Stored data entries |

<<<<

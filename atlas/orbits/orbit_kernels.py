"""Source of the kernels that follow one orbit, and of those that decide what becomes of orbits.

Words in capitals are expanded by `atlas.orbits.kernel_source`. Cycles and periods are counted in recorded
states.
"""

READY, AGAIN, FILLED, SLOW, GONE = range(5)
"""Outcomes of an orbit, as the kernels write them."""

CELL_OF = '''
@compiled
def cell_ofAXIS(y, axis, edges):
    """Return 0 below the window, 1 + the cell inside, 1 + the number of cells above; cells are half-open."""
    low, inverse, slack = axis
    rows = edges.size - 1
    t = (SCALEDAXIS(y) - low) * inverse
    q = np.floor(t)
    f = t - q
    if f >= slack and f <= 1.0 - slack:
        return int(min(max(q, -1.0), float(rows))) + 1
    if not y >= edges[0]:
        return 0
    if y > edges[rows]:
        return rows + 1
    cell = int(min(max(q, 0.0), rows - 1.0))
    while cell > 0 and y < edges[cell]:
        cell -= 1
    while cell < rows - 1 and y >= edges[cell + 1]:
        cell += 1
    return cell + 1
'''

REPLAY = '''
@compiled
def replay(x, c, word, key, m, before, steps, base, AXES, counts):
    """Take back the counts of an orbit's first records, from the state where its sampling began."""
    LOAD_ORBIT
    lk = key[m : m + 1]
    l = 0
    n = before
    for record in range(steps):
        for skipped in range(EVERY):
            AT n
            STEP n + 1
            n += 1
        counts[base[m] + CELL] -= np.uint32(1)
'''


LOOK = '''
@compiled
def growth(x, c, word, m, before, cycle):
    """Return the size of the largest multiplier of the exact cycle that an orbit is on."""
    LOAD_ORBIT
    BEGIN_SINGLE
    product = 1.0
    for n in range(cycle * EVERY):
        AT before + n
        product *= SLOPE
        STEP 0
    return abs(product)
    END_SINGLE
    BEGIN_SEVERAL
    logs = np.empty(NX)
    volumes(x, c, word, m, before, cycle, logs)
    return exp(logs[0] * cycle * EVERY)
    END_SEVERAL


@compiled
def distance_left(x, c, word, m, before, period, size, half, relative, work):
    """Estimate how far an orbit still is from the cycle it approaches, in half cells; -1 where from none.

    With the gaps d1, d2, d3 between states one period apart and their ratio r it is 4 d1 r / (1 - r); on a
    logarithmic axis it is divided by the state. With several state variables the gaps of a turning orbit rise
    and fall, so r is taken between the largest of the first four and of the next four.
    """
    LOAD_ORBIT
    gaps = work[AXIS_COUNT]
    n = before
    for turn in range(TURNS):
        AT n
        REMEMBER
        for step_number in range(period * EVERY):
            AT n
            STEP 0
            n += 1
        gaps[turn] = GAP
        COMPARE
    if gaps[0] <= 1e-15 * size:
        return 0.0
    BEGIN_SINGLE
    ratio = max(gaps[1] / gaps[0], gaps[2] / gaps[1] if gaps[1] > 0.0 else 0.0)
    END_SINGLE
    BEGIN_SEVERAL
    late, early = max(gaps[4:]), max(gaps[:4])
    ratio = np.sqrt(np.sqrt(late / early))
    END_SEVERAL
    if not ratio < 1.0:
        return -1.0
    most = 0.0
    now = SHOWN
    for a in range(AXIS_COUNT):
        BEGIN_SINGLE
        left = 4.0 * work[a, 0] * ratio / (1.0 - ratio)
        END_SINGLE
        BEGIN_SEVERAL
        left = 4.0 * max(work[a]) * ratio / (1.0 - ratio)
        END_SEVERAL
        left = left / abs(now[a]) if relative[a] else left
        most = max(most, left / half[a])
    return most
'''

FILL = '''
@compiled
def fill(x, c, word, m, before, cycle, steps, base, AXES, counts):
    """Count the next records of an orbit that repeats exactly after a cycle, without running them."""
    LOAD_ORBIT
    whole = steps // cycle
    more = steps % cycle
    n = before
    for record in range(min(cycle, steps)):
        for skipped in range(EVERY):
            AT n
            STEP 0
            n += 1
        counts[base[m] + CELL] += np.uint32(whole + (1 if record < more else 0))


@compiled
def on_cycle(x, c, word, start, m, before, cycle):
    """Return whether an orbit's initial condition is itself a point of the exact cycle it is on."""
    LOAD_ORBIT
    for n in range(cycle * EVERY):
        same = True
        for k in range(NX):
            same = same and STATE[k] == start[k, m]
        if same:
            return True
        AT before + n
        STEP 0
    return False
'''

VOLUMES = '''
@compiled
def volumes(x, c, word, m, before, cycle, logs):
    """Write the Lyapunov exponents of the exact cycle that an orbit is on, largest first.

    The product of the k-th compound matrices along the cycle has the product of the k largest multipliers as
    its spectral radius.
    """
    LOAD_ORBIT
    products = np.zeros((NX, NV, NV))
    powers = np.zeros(NX)
    steps = cycle * EVERY
    for g in range(NX):
        for k in range(NV):
            products[g, k, k] = 1.0
    spare = np.empty((NV, NV))
    for n in range(steps):
        AT before + n
        entries = np.array(MINORS)
        at = 0
        for g in range(NX):
            side = SIDES[g]
            multiply(entries[at : at + side * side].reshape(side, side), products[g], spare, side)
            powers[g] += rescale(products[g], side)
            at += side * side
        STEP 0
    sums = np.empty(NX)
    for g in range(NX):
        sums[g] = log_radius(products[g], spare, SIDES[g]) + powers[g] * 0.6931471805599453
    for g in range(NX):
        lower = sums[g - 1] if g > 0 else 0.0
        logs[g] = (sums[g] - lower) / steps if sums[g] > -np.inf else -np.inf


@compiled
def multiply(left, right, spare, side):
    """Replace the right matrix by the product of both."""
    for i in range(side):
        for j in range(side):
            entry = 0.0
            for k in range(side):
                entry += left[i, k] * right[k, j]
            spare[i, j] = entry
    for i in range(side):
        for j in range(side):
            right[i, j] = spare[i, j]


@compiled
def rescale(matrix, side):
    """Divide a matrix by the power of two near its largest entry; return the exponent."""
    most = 0.0
    for i in range(side):
        for j in range(side):
            most = max(most, abs(matrix[i, j]))
    if not (most > 0.0 and most < np.inf):
        return 0.0
    exponent = min(max(exponent_of(most), -1000.0), 1000.0)
    factor = two_to(-exponent)
    for i in range(side):
        for j in range(side):
            matrix[i, j] *= factor
    return exponent


@compiled
def log_radius(matrix, spare, side):
    """Return the logarithm of a matrix's spectral radius, by squaring it again and again (Gelfand)."""
    if side == 1:
        return log(abs(matrix[0, 0]))
    if side == 2:
        half = 0.5 * (matrix[0, 0] + matrix[1, 1])
        other = 0.5 * (matrix[0, 0] - matrix[1, 1])
        under = other * other + matrix[0, 1] * matrix[1, 0]
        if under >= 0.0:
            return log(abs(half) + np.sqrt(under))
        return 0.5 * log(half * half - under)
    total = 0.0
    weight = 1.0
    for turn in range(64):
        total += weight * rescale(matrix, side)
        if np.all(matrix[:side, :side] == 0.0):
            return -np.inf
        multiply(matrix.copy(), matrix, spare, side)
        weight *= 0.5
    return total * 0.6931471805599453
'''


DECIDE = '''
@compiled
def settle(x, c, word, start, order, before, seen, rules, AXES, base, counts, outcome, on_repelling):
    """Decide after a transient about the orbits of order; seen is what returns() wrote.

    outcome[m] becomes READY for sampling, AGAIN (collapsed), FILLED (and counted) or SLOW (to be run on);
    an orbit that is GONE stays so.
    """
    repeat, period, gap, size = seen
    samples, half, relative = rules
    work = np.empty((AXIS_COUNT + 1, TURNS))
    for m in order:
        if outcome[m] == GONE:
            continue
        outcome[m] = READY
        reach = size[m]
        for k in range(NX):
            reach = max(reach, abs(start[k, m]))
        if repeat[m] > 0:
            repelling = growth(x, c, word, m, before, repeat[m]) > 1.0 + 1e-6
            if repelling and not on_cycle(x, c, word, start, m, before, repeat[m]):
                outcome[m] = AGAIN
            else:
                on_repelling[m] = repelling
                fill(x, c, word, m, before, repeat[m], samples, base, AXES, counts)
                outcome[m] = FILLED
        elif period[m] > 0 and gap[m] < reach / 1024.0:
            if distance_left(x, c, word, m, before, period[m], size[m], half, relative, work) > 1.0:
                outcome[m] = SLOW


@compiled
def finish(x, c, word, begin, key, order, hit, rules, AXES, base, counts, outcome, filled):
    """Decide after a round of sampling: take back what escaped or collapsed, fill the rest of a repeat."""
    before, samples, done = rules
    for m in order:
        if outcome[m] == GONE:
            replay(begin, c, word, key, m, before, done, base, AXES, counts)
        elif hit[m] > 0:
            now = before + done * EVERY
            if growth(x, c, word, m, now, hit[m]) > 1.0 + 1e-6:
                replay(begin, c, word, key, m, before, done, base, AXES, counts)
                outcome[m] = AGAIN
            else:
                fill(x, c, word, m, now, hit[m], samples - done, base, AXES, counts)
                filled[m] = samples - done
                outcome[m] = FILLED


@compiled
def take_back(begin, c, word, key, order, before, steps, AXES, base, counts, outcome):
    """Take back the disturbed orbits that escaped while they were sampled."""
    for m in order:
        if outcome[m] == GONE:
            replay_disturbed(begin, c, word, key, m, before, steps, base, AXES, counts)
'''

>>>>

Task details | Leave out every line above except those from the line with "left = 4.0 * work[a, 0]" up to and including the line with "left = left", and copy those exactly.

Answer for the task |
        left = 4.0 * work[a, 0] * ratio / (1.0 - ratio)
        END_SINGLE
        BEGIN_SEVERAL
        left = 4.0 * max(work[a]) * ratio / (1.0 - ratio)
        END_SEVERAL
        left = left / abs(now[a]) if relative[a] else left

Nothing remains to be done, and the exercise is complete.